** Goal of the exercise **
The material below holds a span beginning at the line with "most one scenario" and ending at the line with "fs := e.newFlagSet(c)". Quote that span exactly, both ends included, and only that span.

** Information given **
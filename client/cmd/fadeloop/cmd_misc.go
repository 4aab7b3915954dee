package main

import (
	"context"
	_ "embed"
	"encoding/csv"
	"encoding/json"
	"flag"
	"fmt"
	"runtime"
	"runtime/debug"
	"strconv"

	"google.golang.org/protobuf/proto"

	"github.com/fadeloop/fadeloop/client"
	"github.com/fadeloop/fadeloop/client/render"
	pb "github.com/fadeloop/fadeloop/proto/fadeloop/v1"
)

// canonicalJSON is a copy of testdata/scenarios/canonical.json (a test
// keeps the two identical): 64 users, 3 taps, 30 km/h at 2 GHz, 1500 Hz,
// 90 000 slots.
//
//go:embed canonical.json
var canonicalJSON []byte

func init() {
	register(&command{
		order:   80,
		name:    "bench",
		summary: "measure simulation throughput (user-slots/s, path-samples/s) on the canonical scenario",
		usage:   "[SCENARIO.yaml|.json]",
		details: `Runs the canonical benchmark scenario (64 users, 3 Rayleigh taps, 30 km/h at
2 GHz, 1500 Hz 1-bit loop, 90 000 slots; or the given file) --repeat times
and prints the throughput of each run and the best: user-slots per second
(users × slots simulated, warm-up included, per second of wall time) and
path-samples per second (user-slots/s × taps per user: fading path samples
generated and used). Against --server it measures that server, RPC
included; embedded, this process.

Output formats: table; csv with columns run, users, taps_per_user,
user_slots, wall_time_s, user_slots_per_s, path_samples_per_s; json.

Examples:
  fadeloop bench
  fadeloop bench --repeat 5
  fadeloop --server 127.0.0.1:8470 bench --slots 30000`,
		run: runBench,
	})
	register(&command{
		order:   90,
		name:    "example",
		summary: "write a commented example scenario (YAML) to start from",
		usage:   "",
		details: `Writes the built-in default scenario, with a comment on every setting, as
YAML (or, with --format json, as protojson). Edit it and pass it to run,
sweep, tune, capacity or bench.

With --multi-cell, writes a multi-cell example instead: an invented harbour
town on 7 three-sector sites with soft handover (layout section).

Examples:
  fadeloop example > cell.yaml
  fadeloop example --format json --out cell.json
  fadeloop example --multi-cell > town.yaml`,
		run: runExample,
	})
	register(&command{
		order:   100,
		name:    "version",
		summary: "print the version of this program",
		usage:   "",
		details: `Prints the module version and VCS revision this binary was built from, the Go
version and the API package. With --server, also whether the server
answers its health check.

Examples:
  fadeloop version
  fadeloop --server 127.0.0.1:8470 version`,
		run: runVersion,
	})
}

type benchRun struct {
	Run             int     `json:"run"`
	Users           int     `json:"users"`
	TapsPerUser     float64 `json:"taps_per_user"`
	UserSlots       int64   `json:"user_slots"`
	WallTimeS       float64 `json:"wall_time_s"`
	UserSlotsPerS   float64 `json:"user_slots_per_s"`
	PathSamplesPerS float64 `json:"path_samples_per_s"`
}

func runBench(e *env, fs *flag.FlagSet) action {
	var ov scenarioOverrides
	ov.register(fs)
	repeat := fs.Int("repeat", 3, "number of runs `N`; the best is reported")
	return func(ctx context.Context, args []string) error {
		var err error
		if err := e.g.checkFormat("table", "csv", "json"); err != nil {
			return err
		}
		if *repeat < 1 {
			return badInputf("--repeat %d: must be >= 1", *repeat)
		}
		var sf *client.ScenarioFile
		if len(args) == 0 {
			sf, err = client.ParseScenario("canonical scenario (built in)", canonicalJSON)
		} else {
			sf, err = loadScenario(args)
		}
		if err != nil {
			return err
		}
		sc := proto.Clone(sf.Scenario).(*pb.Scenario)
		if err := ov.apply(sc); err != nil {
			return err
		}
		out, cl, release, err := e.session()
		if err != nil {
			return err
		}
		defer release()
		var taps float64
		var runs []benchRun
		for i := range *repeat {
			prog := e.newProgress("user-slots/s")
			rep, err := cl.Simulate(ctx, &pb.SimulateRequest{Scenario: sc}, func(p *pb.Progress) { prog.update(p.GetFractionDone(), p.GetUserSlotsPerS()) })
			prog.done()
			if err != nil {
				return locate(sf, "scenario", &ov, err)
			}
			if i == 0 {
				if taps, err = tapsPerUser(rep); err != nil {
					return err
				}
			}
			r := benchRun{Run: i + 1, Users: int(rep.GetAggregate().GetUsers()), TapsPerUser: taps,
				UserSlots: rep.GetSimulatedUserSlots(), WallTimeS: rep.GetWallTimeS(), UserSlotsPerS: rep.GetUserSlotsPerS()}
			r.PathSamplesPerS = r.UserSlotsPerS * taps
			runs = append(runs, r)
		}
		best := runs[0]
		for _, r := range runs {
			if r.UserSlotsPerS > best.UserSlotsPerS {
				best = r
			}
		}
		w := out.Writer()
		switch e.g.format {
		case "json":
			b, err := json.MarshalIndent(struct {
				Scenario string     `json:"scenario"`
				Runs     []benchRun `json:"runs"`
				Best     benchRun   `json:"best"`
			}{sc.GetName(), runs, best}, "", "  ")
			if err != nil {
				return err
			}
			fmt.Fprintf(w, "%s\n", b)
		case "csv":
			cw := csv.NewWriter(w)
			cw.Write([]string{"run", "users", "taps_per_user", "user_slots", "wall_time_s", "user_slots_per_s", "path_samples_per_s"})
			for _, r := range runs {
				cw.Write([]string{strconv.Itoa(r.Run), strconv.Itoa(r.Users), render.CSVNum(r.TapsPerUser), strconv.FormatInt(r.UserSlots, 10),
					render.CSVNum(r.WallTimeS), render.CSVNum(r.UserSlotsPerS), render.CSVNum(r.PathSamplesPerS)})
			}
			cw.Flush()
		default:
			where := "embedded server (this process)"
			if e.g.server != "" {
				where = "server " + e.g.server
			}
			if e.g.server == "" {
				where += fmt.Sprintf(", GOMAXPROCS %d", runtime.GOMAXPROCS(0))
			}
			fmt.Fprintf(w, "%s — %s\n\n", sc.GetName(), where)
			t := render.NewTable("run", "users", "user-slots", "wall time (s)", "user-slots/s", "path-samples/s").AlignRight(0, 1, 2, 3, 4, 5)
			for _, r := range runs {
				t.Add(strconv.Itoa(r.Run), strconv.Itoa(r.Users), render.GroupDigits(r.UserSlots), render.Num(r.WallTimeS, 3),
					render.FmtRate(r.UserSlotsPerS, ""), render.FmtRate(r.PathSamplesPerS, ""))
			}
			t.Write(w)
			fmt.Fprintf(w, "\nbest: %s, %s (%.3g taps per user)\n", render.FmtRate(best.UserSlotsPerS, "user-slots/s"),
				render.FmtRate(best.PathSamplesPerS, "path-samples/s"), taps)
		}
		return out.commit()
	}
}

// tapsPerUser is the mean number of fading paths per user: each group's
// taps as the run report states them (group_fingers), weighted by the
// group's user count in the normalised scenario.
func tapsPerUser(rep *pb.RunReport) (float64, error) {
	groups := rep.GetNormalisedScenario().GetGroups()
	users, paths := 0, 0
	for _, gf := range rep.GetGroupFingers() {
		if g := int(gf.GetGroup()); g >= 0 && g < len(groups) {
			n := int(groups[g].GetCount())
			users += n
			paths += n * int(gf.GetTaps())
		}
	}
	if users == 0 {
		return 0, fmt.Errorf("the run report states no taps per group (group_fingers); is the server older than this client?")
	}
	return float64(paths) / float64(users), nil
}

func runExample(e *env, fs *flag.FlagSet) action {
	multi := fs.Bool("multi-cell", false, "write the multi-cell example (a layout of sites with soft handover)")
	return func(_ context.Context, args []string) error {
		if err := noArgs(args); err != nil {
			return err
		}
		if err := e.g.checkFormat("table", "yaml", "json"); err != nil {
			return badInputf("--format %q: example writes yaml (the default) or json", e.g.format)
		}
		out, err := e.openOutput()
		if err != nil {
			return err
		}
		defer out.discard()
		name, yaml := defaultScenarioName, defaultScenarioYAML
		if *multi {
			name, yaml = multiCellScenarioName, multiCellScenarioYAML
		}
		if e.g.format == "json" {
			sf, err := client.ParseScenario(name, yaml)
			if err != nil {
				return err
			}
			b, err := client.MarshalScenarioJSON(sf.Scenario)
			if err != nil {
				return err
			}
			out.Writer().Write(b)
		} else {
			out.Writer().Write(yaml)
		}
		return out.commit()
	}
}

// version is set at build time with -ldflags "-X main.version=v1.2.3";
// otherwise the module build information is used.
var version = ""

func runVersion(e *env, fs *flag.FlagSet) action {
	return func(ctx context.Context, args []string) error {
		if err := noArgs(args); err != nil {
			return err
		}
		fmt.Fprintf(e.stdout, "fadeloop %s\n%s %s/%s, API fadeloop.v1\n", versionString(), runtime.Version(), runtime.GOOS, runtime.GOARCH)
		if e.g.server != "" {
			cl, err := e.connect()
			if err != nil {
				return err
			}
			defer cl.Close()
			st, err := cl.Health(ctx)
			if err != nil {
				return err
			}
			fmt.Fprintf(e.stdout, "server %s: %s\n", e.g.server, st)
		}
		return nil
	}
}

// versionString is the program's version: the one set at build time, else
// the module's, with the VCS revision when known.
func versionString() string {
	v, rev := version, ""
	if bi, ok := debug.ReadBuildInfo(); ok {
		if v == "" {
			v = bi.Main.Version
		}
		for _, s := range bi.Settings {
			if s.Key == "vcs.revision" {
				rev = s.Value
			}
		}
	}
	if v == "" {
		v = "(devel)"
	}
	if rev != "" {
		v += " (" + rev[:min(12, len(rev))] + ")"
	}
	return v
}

--

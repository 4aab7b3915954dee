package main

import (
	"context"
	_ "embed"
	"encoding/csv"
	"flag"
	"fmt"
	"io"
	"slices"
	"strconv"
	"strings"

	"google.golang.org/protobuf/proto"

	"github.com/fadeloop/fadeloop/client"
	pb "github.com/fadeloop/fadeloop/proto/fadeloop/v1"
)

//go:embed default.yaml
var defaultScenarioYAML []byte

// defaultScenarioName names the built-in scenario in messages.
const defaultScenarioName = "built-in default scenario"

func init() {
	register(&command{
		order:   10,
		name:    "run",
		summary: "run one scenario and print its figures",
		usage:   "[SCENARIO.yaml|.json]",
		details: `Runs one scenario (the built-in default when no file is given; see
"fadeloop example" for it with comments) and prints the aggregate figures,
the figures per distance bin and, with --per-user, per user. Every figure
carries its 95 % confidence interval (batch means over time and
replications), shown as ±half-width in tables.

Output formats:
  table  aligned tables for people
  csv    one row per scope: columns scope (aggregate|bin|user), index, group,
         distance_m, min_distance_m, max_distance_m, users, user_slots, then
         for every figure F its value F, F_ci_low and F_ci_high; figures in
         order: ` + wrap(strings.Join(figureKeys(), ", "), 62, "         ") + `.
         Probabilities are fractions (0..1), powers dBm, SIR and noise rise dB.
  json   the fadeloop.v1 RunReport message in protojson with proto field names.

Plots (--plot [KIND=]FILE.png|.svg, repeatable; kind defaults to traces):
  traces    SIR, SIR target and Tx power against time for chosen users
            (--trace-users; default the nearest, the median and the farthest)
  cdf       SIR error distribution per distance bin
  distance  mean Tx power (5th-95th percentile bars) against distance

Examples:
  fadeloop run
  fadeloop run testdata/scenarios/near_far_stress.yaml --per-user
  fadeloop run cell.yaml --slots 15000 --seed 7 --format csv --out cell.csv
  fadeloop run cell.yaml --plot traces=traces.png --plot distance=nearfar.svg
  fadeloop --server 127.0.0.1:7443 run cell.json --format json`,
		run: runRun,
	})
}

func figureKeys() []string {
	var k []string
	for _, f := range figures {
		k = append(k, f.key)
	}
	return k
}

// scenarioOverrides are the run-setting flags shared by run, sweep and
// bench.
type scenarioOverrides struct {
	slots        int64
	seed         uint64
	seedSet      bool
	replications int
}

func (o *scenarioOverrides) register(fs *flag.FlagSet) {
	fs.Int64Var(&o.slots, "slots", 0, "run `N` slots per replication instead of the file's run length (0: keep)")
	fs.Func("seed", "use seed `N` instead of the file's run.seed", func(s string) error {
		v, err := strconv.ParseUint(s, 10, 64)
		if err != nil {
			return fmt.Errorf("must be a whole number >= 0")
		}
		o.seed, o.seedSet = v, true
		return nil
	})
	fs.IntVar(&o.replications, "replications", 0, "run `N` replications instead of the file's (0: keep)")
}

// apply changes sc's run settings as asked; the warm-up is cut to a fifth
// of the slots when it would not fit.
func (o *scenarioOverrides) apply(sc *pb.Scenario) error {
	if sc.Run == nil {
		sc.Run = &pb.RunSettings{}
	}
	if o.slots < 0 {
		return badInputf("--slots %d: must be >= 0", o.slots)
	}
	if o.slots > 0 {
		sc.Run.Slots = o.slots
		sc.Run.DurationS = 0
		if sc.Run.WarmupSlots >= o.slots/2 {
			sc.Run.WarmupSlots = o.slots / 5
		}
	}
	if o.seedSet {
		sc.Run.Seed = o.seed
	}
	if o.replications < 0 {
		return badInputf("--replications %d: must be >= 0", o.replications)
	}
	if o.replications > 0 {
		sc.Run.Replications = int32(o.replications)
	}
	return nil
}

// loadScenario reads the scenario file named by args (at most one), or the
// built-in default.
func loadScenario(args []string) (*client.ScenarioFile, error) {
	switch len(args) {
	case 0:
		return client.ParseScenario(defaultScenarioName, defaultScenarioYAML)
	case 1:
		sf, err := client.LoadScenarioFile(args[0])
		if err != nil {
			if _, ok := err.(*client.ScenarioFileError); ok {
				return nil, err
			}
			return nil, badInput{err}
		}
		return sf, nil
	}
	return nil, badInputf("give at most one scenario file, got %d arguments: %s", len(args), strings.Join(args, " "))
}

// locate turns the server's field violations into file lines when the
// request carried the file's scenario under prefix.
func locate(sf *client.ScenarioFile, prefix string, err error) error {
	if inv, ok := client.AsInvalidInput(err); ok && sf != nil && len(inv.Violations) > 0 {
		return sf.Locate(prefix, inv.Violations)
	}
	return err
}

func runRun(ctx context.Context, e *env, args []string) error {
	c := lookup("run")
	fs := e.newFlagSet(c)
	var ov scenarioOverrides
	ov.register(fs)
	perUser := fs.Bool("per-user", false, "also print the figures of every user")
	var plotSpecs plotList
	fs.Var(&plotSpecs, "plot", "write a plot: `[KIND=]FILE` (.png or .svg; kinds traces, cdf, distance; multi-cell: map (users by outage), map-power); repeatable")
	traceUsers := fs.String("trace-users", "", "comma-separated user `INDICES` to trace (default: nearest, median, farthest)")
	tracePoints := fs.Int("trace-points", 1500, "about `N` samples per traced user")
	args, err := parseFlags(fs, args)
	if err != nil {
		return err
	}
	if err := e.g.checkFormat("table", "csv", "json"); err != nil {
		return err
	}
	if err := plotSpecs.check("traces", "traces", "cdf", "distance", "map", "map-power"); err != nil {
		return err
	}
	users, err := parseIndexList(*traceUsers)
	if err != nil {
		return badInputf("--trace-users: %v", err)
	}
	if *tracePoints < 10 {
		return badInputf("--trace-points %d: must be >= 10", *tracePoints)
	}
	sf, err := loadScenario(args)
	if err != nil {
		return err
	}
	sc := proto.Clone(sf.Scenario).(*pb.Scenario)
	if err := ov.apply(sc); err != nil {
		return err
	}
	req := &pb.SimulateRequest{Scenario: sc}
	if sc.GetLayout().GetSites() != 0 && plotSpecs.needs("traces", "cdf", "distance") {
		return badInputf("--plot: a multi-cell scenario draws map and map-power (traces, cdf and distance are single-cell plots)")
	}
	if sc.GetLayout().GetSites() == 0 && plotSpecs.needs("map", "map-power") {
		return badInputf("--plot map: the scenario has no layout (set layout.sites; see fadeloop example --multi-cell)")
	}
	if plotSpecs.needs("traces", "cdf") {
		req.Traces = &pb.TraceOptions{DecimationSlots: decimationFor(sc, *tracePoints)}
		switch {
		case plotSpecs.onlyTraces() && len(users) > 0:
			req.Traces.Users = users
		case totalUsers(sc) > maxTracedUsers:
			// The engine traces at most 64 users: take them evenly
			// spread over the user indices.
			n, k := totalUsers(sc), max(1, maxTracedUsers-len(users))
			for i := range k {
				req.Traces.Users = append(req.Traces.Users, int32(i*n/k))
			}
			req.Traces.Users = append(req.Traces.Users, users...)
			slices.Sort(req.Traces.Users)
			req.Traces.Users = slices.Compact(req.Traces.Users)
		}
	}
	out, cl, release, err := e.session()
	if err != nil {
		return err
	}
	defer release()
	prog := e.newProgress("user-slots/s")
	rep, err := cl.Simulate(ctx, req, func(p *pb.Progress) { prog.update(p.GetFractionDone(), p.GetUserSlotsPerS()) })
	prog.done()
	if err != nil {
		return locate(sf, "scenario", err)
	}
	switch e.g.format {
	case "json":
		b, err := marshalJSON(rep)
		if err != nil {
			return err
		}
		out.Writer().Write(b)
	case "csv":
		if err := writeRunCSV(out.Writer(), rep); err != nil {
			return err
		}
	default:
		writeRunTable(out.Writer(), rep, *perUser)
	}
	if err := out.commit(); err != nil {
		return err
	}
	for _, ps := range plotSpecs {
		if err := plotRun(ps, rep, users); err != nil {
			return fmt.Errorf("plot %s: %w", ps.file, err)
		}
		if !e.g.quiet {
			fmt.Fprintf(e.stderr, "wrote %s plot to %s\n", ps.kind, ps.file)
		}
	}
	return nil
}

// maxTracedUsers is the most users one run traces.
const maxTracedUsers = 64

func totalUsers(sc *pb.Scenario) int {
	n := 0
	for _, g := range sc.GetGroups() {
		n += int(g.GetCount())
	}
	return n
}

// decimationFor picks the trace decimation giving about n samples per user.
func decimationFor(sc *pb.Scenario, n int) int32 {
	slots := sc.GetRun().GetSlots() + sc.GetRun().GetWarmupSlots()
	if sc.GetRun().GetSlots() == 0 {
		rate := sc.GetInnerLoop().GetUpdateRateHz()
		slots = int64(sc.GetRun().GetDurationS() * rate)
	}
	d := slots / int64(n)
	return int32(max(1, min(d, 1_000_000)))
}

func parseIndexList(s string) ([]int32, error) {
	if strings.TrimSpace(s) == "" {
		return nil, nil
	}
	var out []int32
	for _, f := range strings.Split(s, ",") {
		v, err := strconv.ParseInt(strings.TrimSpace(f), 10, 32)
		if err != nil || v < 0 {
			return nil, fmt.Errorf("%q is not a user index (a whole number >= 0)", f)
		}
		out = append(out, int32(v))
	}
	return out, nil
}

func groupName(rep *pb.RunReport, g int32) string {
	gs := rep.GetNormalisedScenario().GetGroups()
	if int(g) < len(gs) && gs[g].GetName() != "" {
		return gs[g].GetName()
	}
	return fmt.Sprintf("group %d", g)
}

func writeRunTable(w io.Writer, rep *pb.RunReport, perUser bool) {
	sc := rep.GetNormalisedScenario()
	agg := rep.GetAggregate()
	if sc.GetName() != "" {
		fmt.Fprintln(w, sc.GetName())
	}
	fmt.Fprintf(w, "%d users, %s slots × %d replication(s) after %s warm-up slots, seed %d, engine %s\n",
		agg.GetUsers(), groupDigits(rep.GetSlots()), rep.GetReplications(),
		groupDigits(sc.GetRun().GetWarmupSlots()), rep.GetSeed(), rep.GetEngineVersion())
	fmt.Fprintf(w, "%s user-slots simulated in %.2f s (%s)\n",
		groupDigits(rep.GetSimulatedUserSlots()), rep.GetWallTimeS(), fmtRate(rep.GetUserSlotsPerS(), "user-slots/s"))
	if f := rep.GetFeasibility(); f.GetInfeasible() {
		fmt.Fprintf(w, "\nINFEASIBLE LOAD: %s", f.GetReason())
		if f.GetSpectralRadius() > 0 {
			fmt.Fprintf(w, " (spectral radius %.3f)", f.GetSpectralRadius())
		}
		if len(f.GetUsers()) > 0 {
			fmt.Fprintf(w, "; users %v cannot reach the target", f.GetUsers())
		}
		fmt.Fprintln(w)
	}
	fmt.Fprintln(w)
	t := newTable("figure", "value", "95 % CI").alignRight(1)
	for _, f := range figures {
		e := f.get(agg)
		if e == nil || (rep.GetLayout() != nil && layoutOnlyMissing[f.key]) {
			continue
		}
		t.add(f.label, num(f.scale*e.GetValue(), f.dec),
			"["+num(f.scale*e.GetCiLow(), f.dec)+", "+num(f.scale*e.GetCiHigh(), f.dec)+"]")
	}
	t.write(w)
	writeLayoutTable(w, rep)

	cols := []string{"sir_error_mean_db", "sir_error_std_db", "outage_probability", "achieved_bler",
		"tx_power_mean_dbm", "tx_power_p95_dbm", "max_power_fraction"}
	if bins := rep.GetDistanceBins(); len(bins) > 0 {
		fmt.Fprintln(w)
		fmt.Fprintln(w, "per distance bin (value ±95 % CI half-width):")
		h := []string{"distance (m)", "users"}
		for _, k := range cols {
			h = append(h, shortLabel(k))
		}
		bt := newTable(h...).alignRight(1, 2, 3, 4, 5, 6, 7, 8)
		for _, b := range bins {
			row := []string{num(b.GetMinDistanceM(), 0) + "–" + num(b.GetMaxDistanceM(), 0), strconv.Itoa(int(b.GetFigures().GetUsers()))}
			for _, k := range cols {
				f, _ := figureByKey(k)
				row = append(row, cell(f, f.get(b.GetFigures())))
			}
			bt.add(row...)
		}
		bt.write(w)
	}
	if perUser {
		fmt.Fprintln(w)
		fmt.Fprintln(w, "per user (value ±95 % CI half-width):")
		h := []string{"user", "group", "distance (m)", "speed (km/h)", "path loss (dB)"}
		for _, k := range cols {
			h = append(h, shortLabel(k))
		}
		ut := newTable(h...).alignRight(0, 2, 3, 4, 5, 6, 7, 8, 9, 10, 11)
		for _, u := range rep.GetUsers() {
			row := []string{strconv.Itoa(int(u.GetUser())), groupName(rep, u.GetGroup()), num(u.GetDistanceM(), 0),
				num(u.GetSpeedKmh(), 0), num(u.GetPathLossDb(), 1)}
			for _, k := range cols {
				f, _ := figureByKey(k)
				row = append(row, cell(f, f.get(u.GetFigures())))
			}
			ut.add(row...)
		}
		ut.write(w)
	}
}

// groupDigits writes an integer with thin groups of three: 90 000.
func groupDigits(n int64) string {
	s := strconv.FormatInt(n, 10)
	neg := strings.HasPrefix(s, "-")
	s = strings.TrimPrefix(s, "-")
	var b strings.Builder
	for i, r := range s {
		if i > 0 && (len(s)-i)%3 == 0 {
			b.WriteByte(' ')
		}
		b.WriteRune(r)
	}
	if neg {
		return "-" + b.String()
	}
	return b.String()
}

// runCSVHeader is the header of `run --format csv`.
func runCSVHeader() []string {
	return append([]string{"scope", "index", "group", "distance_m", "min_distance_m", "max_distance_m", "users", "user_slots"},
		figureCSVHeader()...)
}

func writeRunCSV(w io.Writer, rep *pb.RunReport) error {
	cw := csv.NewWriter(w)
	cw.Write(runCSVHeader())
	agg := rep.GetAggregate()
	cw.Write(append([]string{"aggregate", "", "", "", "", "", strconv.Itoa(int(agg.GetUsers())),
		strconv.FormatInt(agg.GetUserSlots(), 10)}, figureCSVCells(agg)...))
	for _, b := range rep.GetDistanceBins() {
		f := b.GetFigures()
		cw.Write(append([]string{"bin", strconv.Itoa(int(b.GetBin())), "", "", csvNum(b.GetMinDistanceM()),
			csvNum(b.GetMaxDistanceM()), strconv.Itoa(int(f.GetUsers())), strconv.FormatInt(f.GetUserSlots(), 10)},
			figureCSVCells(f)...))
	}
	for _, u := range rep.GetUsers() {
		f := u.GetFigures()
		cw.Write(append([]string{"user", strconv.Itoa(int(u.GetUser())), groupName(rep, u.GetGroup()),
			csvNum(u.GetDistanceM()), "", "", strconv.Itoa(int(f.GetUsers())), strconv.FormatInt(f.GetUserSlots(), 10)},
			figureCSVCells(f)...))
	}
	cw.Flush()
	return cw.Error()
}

** Task result **
	return nil, badInputf("give at most one scenario file, got %d arguments: %s", len(args), strings.Join(args, " "))
}

// locate turns the server's field violations into file lines when the
// request carried the file's scenario under prefix.
func locate(sf *client.ScenarioFile, prefix string, err error) error {
	if inv, ok := client.AsInvalidInput(err); ok && sf != nil && len(inv.Violations) > 0 {
		return sf.Locate(prefix, inv.Violations)
	}
	return err
}

func runRun(ctx context.Context, e *env, args []string) error {
	c := lookup("run")
	fs := e.newFlagSet(c)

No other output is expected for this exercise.